# apartment complex



## bella32 (Aug 13, 2006)

Ok I am bidding on a apartment complex and was wondering what everyone thought on how long it will take to plow?

there is 114 driveways kinda like a condo ass.

they are all one and a half car lengths long 

they are 50/50 one and two car widths

they are very close to each other (about a 6' patch of turf in between each drive)
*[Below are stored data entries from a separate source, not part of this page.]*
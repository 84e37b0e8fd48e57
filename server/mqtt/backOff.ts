const first_ms = 1000
const most_ms = 60_000

/**
 * How long to wait before the next try: exponential with full jitter, so that a hundred clients of
 * a broker that comes back do not all knock in the same second.
 *
 *     wait = random · min(60 s, 1 s · 2^failures)
 *
 * @param failures  tries that failed since the last good connection, from 0
 * @param random    0 ≤ r < 1
 * @source full jitter: Brooker 2015, "Exponential backoff and jitter" [from memory]
 */
export const backOff_ms = (failures: number, random: number, from_ms = first_ms): number =>
  random * Math.min(most_ms, from_ms * 2 ** Math.min(failures, 20))
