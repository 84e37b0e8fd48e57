/** One MQTT message as it came in, from either way. */
export type Incoming = {
  readonly topic: string
  readonly payload: Uint8Array
  /** The broker kept it and hands out a copy: last known, not fresh. */
  readonly retain: boolean
  /** Name of the outside broker; null for our own. */
  readonly broker: string | null
}

/** Resolves when all that the message said is on disk; rejects with an Outage when it cannot be. */
export type Receive = (message: Incoming) => Promise<void>
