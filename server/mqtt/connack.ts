import type { IConnackPacket } from 'mqtt-packet'

/** What a broker's answer to CONNECT means (MQTT 3.1.1 §3.2.2.3, MQTT 5 §3.2.2.2); code 0 lets us in. */
export const refusedConnect = (packet: IConnackPacket): { code: number; text: string } => {
  const code = packet.reasonCode ?? packet.returnCode ?? 0
  const texts: Record<number, string> = {
    1: 'it does not speak this version of MQTT',
    2: 'it refuses our client id',
    3: 'it says that it is not available',
    4: 'it refuses user or password: check the _USER and _PASSWORD_FILE variables',
    5: 'it does not let this user in: check its access list',
    132: 'it does not speak this version of MQTT',
    133: 'it refuses our client id',
    134: 'it refuses user or password: check the _USER and _PASSWORD_FILE variables',
    135: 'it does not let this user in: check its access list',
    136: 'it says that it is not available',
    137: 'it says that it is busy',
    151: 'it says that a quota is used up',
    159: 'it limits how often we may connect',
  }
  return { code, text: texts[code] ?? `it refuses our connection (code ${code})` }
}

export const isVersionRefusal = (code: number) => code === 1 || code === 0x84
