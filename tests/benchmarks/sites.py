"""Restoring sites against what a careful scientist writes by hand with scipy, in one process.

Run it: `python tests/benchmarks/sites.py` (a few minutes), `--quick` for a check that it runs.
Rounds are interleaved and medians printed; nothing is asserted about time, only that both sides
agree in position.
"""

from __future__ import annotations

import argparse
import os
import subprocess
import sys
import tempfile
import time
from collections.abc import Callable
from pathlib import Path

os.environ.setdefault("OPENBLAS_NUM_THREADS", "1")

import numpy as np
from scipy.spatial.transform import Rotation, Slerp

sys.path.insert(0, str(Path(__file__).parent))
import synthetic

from restore.history.circuit import Circuit
from restore.history.store import History
from restore.motion.points import Points, move_common, move_own


class ByHand:
    """Slerp per link and plate, vectorised over the sites of a plate; a loop over common ages."""

    def __init__(self, history: History, leaves: int) -> None:
        rows = history.rows
        turns = rows.rotations().quaternions
        slerps = {}
        for pair in {(p, r) for p, r in zip(rows.plate, rows.relative_to, strict=True)}:
            own = np.flatnonzero((rows.plate == pair[0]) & (rows.relative_to == pair[1]))
            slerps[pair[0]] = Slerp(rows.age_ma[own], Rotation.from_quat(turns[own], scalar_first=True))
        self.links = [slerps["hub3"], slerps["hub2"], slerps["hub1"]]
        self.slerps = [slerps[f"leaf{leaf}"] for leaf in range(leaves)]

    def turn(self, leaf: int, ages: np.ndarray) -> Rotation:
        total = self.slerps[leaf](ages)
        for link in self.links:
            total = link(ages) * total
        return total

    @staticmethod
    def place(xyz: np.ndarray) -> tuple[np.ndarray, np.ndarray]:
        level = np.hypot(xyz[:, 0], xyz[:, 1])
        return np.rad2deg(np.arctan2(xyz[:, 2], level)), np.rad2deg(np.arctan2(xyz[:, 1], xyz[:, 0]))

    @staticmethod
    def vectors(lat: np.ndarray, lon: np.ndarray) -> np.ndarray:
        phi, lam = np.deg2rad(lat), np.deg2rad(lon)
        return np.stack([np.cos(phi) * np.cos(lam), np.cos(phi) * np.sin(lam), np.sin(phi)], axis=-1)

    def own(self, lat, lon, leaf, ages):
        out = np.empty((2, len(lat)))
        xyz = self.vectors(lat, lon)
        for number in range(len(self.slerps)):
            items = leaf == number
            out[:, items] = self.place(self.turn(number, ages[items]).apply(xyz[items]))
        return out

    def common(self, lat, lon, leaf, ages):
        out = np.empty((2, len(lat), len(ages)))
        xyz = self.vectors(lat, lon)
        for k, age in enumerate(ages):
            for number in range(len(self.slerps)):
                items = leaf == number
                turn = self.turn(number, np.array([age]))[0]
                out[0, items, k], out[1, items, k] = self.place(turn.apply(xyz[items]))
        return out


def seconds(work: Callable[[], object]) -> float:
    began = time.perf_counter()
    work()
    return time.perf_counter() - began


def compare(title: str, variants: dict[str, Callable[[], object]], per: float, rounds: int) -> None:
    """Interleaved rounds; medians in ns per point(-age) and ratios to the first variant."""
    times: dict[str, list[float]] = {name: [] for name in variants}
    for _ in range(rounds):
        for name, work in variants.items():
            times[name].append(seconds(work))
    base = float(np.median(next(iter(times.values()))))
    print(f"\n{title}")
    for name, measured in times.items():
        median = float(np.median(measured))
        print(f"  {name:34s} {median / per * 1e9:10.0f} ns   x{base / median:6.2f}")


def check_agreement(hand: np.ndarray, lat: np.ndarray, lon: np.ndarray) -> None:
    apart = np.hypot(hand[0] - lat, (np.mod(hand[1] - lon + 180, 360) - 180) * np.cos(np.deg2rad(lat)))
    assert apart.max() * 111_195 < 1e-3, f"by hand and package differ by {apart.max() * 111_195} m"


def command_line(count: int) -> float:
    """Wall seconds of the whole command for `count` sites, start to end."""
    lat, lon, leaf, ages = synthetic.sites(count)
    with tempfile.TemporaryDirectory() as folder:
        table, file = Path(folder) / "sites.csv", Path(folder) / "history.csv"
        lines = [f"s{i},{a:.6f},{b:.6f},{t:.3f},leaf{p}" for i, (a, b, p, t) in enumerate(
            zip(lat, lon, leaf, ages, strict=True))]  # fmt: skip
        table.write_text("site,lat_deg,lon_deg,age_ma,plate\n" + "\n".join(lines) + "\n")
        rows = synthetic.history().rows
        said = [
            f"{rows.plate[i]},{rows.relative_to[i]},{rows.age_ma[i]},{rows.pole_lat_deg[i]},"
            f"{rows.pole_lon_deg[i]},{rows.angle_deg[i]}".replace("nan", "")
            for i in range(len(rows))
        ]
        header = "plate,relative_to,age_ma,pole_lat_deg,pole_lon_deg,angle_deg\n"
        file.write_text(header + "\n".join(said) + "\n")
        command = [sys.executable, "-m", "restore", "sites", str(table), "--history", str(file)]
        command += ["--frame", "frame", "--out", str(Path(folder) / "out.csv")]
        return seconds(lambda: subprocess.run(command, check=True, capture_output=True))


def main() -> None:
    parser = argparse.ArgumentParser()
    parser.add_argument("--quick", action="store_true", help="small sizes, one round")
    quick = parser.parse_args().quick
    size, hand_size, rounds = (20_000, 5_000, 1) if quick else (1_000_000, 200_000, 3)
    history = synthetic.history()
    circuit, hand = Circuit(history, "frame"), ByHand(history, 20)
    lat, lon, leaf, ages = synthetic.sites(size)
    points = Points(lat, lon, circuit.codes([f"leaf{i}" for i in range(20)])[leaf])
    moved = move_own(circuit, points, ages)
    few = slice(0, hand_size)
    check_agreement(
        hand.own(lat[few], lon[few], leaf[few], ages[few]), moved.lat_deg[few], moved.lon_deg[few]
    )
    compare(
        f"{size} sites, own ages, 4 links",
        {
            "by hand": lambda: hand.own(lat, lon, leaf, ages),
            "1 thread": lambda: move_own(circuit, points, ages),
            "2 threads": lambda: move_own(circuit, points, ages, threads=2),
            "1 thread, with errors": lambda: move_own(circuit, points, ages, errors=True),
        },
        size,
        rounds,
    )
    stops = np.linspace(0.0, synthetic.OLDEST_MA, 50)
    compare(
        f"{size} sites, 50 common ages, 4 links",
        {
            "by hand": lambda: hand.common(lat, lon, leaf, stops),
            "1 thread": lambda: move_common(circuit, points, stops),
            "2 threads": lambda: move_common(circuit, points, stops, threads=2),
        },
        size * 50,
        1 if quick else 2,
    )
    print("\ngrowth, own ages, 1 thread")
    for count in (10_000,) if quick else (100_000, 1_000_000, 10_000_000):
        a, b, p, t = synthetic.sites(count)
        many = Points(a, b, circuit.codes([f"leaf{i}" for i in range(20)])[p])
        print(f"  {count:10d} {seconds(lambda: move_own(circuit, many, t)) / count * 1e9:8.0f} ns per site")
    count = 1_000 if quick else 10_000
    print(f"\ncommand line, {count} sites: {min(command_line(count) for _ in range(rounds)):.2f} s")


if __name__ == "__main__":
    main()
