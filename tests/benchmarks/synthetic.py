"""A synthetic history and sites for the benchmarks: 20 leaf plates, four links to the frame."""

from __future__ import annotations

import numpy as np

from restore.history.rows import Row
from restore.history.store import History

OLDEST_MA = 200.0


def history(leaves: int = 20, nodes: int = 30, errors: bool = True, seed: int = 1) -> History:
    """Each leaf is tied to the frame through three shared hubs; irregular ages, 0.1-0.6 deg/Myr."""
    rng = np.random.default_rng(seed)
    sigma = np.diag([4.0, 5.0, 7.0]) / 6371.0
    rows: list[Row] = []

    def pair(plate: str, partner: str) -> None:
        inner = np.sort(rng.uniform(1.0, OLDEST_MA - 1.0, nodes - 2))
        lat, lon, rate = rng.uniform(-80, 80), rng.uniform(-180, 180), rng.uniform(0.1, 0.6)
        for age in (0.0, *inner.tolist(), OLDEST_MA):
            known = sigma @ sigma if errors and age else None
            lat_, lon_ = lat + rng.normal(0, 0.5), lon + rng.normal(0, 0.5)
            rows.append(Row(plate, partner, age, lat_, lon_, rate * age, known))

    for hub, partner in (("hub1", "frame"), ("hub2", "hub1"), ("hub3", "hub2")):
        pair(hub, partner)
    for leaf in range(leaves):
        pair(f"leaf{leaf}", "hub3")
    return History.from_rows(rows)


def sites(
    count: int, leaves: int = 20, seed: int = 2
) -> tuple[np.ndarray, np.ndarray, np.ndarray, np.ndarray]:
    """Latitudes, longitudes (degrees), leaf numbers and ages (Ma) of sites all over the globe."""
    rng = np.random.default_rng(seed)
    lat = np.rad2deg(np.arcsin(rng.uniform(-1, 1, count)))
    lon = rng.uniform(-180, 180, count)
    return lat, lon, rng.integers(0, leaves, count), rng.uniform(0, OLDEST_MA, count)
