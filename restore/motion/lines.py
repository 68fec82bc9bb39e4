"""Lines and polygons restored: coasts, outlines, fracture zones as vectors at past ages.

Each feature, or piece of one cut along outlines, moves with its plate. Long edges are densified
before they are turned, so that the drawn line stays true, and what comes out is cut at the 180th
meridian as RFC 7946 asks.
"""

from __future__ import annotations

import math
import os
from collections import Counter
from collections.abc import Iterable, Iterator, Mapping, Sequence
from dataclasses import dataclass, replace
from typing import Any

import numpy as np
from numpy.typing import NDArray

from restore.errors import InputError, raise_faults
from restore.files.vectors import Feature, read_features
from restore.findings import Finding, Place, did_you_mean
from restore.geometry.arcs import densified_arcs
from restore.geometry.clipping import DECIMALS, cut_line, cut_rings
from restore.geometry.latitudes import Latitudes
from restore.geometry.sphere import Floats, angular_distance, lat_lon, wrap_longitude
from restore.history.circuit import NO_PLATE, REACHED, Circuit
from restore.history.store import History
from restore.motion.ages import parse_ages
from restore.motion.line_cuts import Cut, Cutter, Path, Shape, shape_of
from restore.motion.points import Points, move_common
from restore.motion.sites import BAD_COORDINATE, NOT_FORMED, STATUSES
from restore.outlines import EDGES, Outlines

LONGEST_DEG = 0.5
INTERIORS = ("left", "smaller")
AT_ONCE = 1_000_000
"""Vertices times ages that are turned and drawn together."""
LARGE_SR = 1e-6
"""Steradians: a polygon below this is too small to hold the whole 180th meridian."""
RESULTS = (
    "plate_from",
    "restored_age_ma",
    "status",
    "frame",
    "frame_kind",
    "latitudes",
    "edges",
    "feature",
    "piece",
)

Geometry = Mapping[str, Any]


@dataclass(frozen=True)
class LineJob:
    """What to do with features: the Circuit, the ages (Ma) and the conventions.

    `edges`: `great-circle`, or `straight` in longitude and latitude (RFC 7946). `interior`: which side
    of an outer ring is inside: the `left` (RFC 7946), or the `smaller` whichever way it runs.
    `longest_deg`: edges are densified until none is longer.
    """

    circuit: Circuit
    ages: tuple[float, ...]
    outlines: Outlines | None = None
    plate_property: str = "plate"
    edges: str = "great-circle"
    interior: str = "left"
    longest_deg: float = LONGEST_DEG
    latitudes: Latitudes = Latitudes()
    frame_kind: str = "plate"

    def __post_init__(self) -> None:
        for name, known in (("edges", EDGES), ("interior", INTERIORS)):
            if getattr(self, name) not in known:
                raise InputError(f"{name} = {getattr(self, name)!r}: must be one of {', '.join(known)}")
        if not 1e-3 <= self.longest_deg <= 90.0:
            raise InputError(f"longest_deg = {self.longest_deg:g}: must lie in 0.001..90 degrees")


@dataclass(frozen=True, eq=False)
class Piece:
    """A feature, or what of it is on one outline: `number` counts a feature's pieces from 1.

    `plate`: None where there is none. `oldest_ma`: when the crust formed, infinite if not known.
    `shape`: None where the feature has no geometry or no plate.
    """

    feature: Feature
    number: int
    plate: str | None
    plate_from: str
    oldest_ma: float
    shape: Shape | None

    @property
    def fault(self) -> int:
        """The status that the piece has at every age, REACHED if that depends on the age."""
        if self.plate is None:
            return NO_PLATE
        return REACHED if self.shape is not None else BAD_COORDINATE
oh and the worst part is have to back drag them all in to street and then clear streets


----------



## Mick (May 19, 2001)

bella32 said:


> oh and the worst part is have to back drag them all in to street and then clear streets


Can't help you with the rest of it, but you want to check local and state laws on moving snow onto a public street. Could involve a hefty fine. Or are you also providing municipal plowing?


----------



## jcesar (Sep 14, 2006)

How many trucks? How many drivers? How many shovels? Cant help with the price or time if you dont give more info. Sorry. But as Mick said, make sure to check with the local powers to be, before you move snow into the street!!!


----------



## bella32 (Aug 13, 2006)

its an apartment complex the streets are in the complex not public roads

i would be using just one truck with an 8' plow


----------



## FPM-Inc. (Sep 26, 2006)

*15 minutes each*

each driveway will be 15 minutes
15*114=answer/60= number of hours

at 114 driveways it will be 28.5 hours

this dosen't include the streets

(28.5)cost equipment+labor+extra costs=how much you should charge.



hope this helps

P.S. the number of driveways was a joke right?


----------



## bella32 (Aug 13, 2006)

no its not a joke the apartments complex is kinda like villa style 

u really think it will take 15 mins per drive? they are only 1.5 car lengths long about 15 feet maybe


----------



## hickslawns (Dec 18, 2004)

I think maybe half that per drive if they are straight and 15' long. You said some were 2 wide and some one car wide? If you shovel out the garage doors probably 7-8 min each if you are just back dragging onto the street. You are going to need another truck pushing off the street while another is doing the drives. I think a skidloader would be perfect for these drives.


----------



## cet (Oct 2, 2004)

A few years ago I was working on a basement in a subdivision like this. It was about 400 units. They had a bobcat with a blade to back drag driveways, a bobcat with a bucket to push the piles up and a 650 Ford to do the roads. There were 4 guys doing in front of garage doors and front walks.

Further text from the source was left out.